Required work: What lines in the following entries hold the word "which"? Copy each one.

Exercise material:

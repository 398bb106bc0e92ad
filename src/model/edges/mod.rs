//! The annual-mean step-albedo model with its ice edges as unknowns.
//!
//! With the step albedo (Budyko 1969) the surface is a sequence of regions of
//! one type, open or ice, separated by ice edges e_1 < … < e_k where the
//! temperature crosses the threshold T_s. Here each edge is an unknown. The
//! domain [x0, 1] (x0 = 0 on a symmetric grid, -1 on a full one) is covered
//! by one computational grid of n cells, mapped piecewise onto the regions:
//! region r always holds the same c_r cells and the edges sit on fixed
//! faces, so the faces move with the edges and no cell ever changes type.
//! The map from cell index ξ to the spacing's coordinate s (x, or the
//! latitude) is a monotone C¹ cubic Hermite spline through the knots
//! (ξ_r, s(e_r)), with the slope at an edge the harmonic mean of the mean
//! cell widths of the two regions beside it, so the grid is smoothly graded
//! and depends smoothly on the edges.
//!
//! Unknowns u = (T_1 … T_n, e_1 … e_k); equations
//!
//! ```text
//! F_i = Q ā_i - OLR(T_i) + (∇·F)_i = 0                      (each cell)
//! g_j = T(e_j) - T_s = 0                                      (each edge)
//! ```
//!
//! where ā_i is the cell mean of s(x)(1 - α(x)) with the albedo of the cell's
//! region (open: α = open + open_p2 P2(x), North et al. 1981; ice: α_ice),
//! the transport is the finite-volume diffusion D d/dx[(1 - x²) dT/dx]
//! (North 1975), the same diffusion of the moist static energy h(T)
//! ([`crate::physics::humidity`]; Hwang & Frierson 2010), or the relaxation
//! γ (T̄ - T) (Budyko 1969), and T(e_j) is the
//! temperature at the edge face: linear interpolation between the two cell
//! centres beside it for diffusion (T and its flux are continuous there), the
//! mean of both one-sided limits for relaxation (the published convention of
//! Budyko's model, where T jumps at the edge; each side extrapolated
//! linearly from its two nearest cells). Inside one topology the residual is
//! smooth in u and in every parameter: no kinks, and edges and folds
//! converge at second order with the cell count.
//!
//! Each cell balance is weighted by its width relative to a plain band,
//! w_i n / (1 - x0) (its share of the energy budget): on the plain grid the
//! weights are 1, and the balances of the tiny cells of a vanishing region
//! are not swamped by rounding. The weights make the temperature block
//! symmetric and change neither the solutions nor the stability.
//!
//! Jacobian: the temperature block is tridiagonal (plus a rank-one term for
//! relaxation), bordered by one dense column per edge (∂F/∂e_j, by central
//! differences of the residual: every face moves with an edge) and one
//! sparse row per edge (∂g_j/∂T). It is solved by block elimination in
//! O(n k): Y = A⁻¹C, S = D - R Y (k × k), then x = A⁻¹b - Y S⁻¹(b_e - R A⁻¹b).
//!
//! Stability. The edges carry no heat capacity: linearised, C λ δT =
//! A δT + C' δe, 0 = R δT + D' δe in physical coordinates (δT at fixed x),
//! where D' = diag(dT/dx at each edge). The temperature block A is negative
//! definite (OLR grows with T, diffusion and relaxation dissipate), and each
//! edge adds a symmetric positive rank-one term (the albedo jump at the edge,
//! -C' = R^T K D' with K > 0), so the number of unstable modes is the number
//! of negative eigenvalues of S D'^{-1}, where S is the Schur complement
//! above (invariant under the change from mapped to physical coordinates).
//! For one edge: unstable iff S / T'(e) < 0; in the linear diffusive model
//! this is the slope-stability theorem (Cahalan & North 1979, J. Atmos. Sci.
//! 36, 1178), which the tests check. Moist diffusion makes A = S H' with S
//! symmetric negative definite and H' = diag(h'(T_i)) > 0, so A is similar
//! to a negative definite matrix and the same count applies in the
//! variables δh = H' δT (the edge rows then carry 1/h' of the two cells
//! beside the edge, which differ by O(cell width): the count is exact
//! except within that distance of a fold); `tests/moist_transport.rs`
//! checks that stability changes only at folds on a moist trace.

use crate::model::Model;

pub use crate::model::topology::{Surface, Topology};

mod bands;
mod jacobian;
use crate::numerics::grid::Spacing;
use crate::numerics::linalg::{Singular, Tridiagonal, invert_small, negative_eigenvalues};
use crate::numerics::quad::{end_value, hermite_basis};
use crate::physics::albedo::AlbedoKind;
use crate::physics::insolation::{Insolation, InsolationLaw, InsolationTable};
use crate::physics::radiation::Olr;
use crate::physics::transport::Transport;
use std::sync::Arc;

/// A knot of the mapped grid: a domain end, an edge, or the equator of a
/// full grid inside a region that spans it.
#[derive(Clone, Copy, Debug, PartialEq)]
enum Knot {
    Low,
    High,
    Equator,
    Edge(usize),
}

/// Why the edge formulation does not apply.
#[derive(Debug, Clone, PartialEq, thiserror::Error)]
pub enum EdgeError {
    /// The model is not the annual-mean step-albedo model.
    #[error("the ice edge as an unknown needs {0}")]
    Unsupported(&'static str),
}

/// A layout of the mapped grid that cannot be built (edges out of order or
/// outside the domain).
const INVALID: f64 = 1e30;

Response for this exercise:
//! 36, 1178), which the tests check. Moist diffusion makes A = S H' with S
//! beside the edge, which differ by O(cell width): the count is exact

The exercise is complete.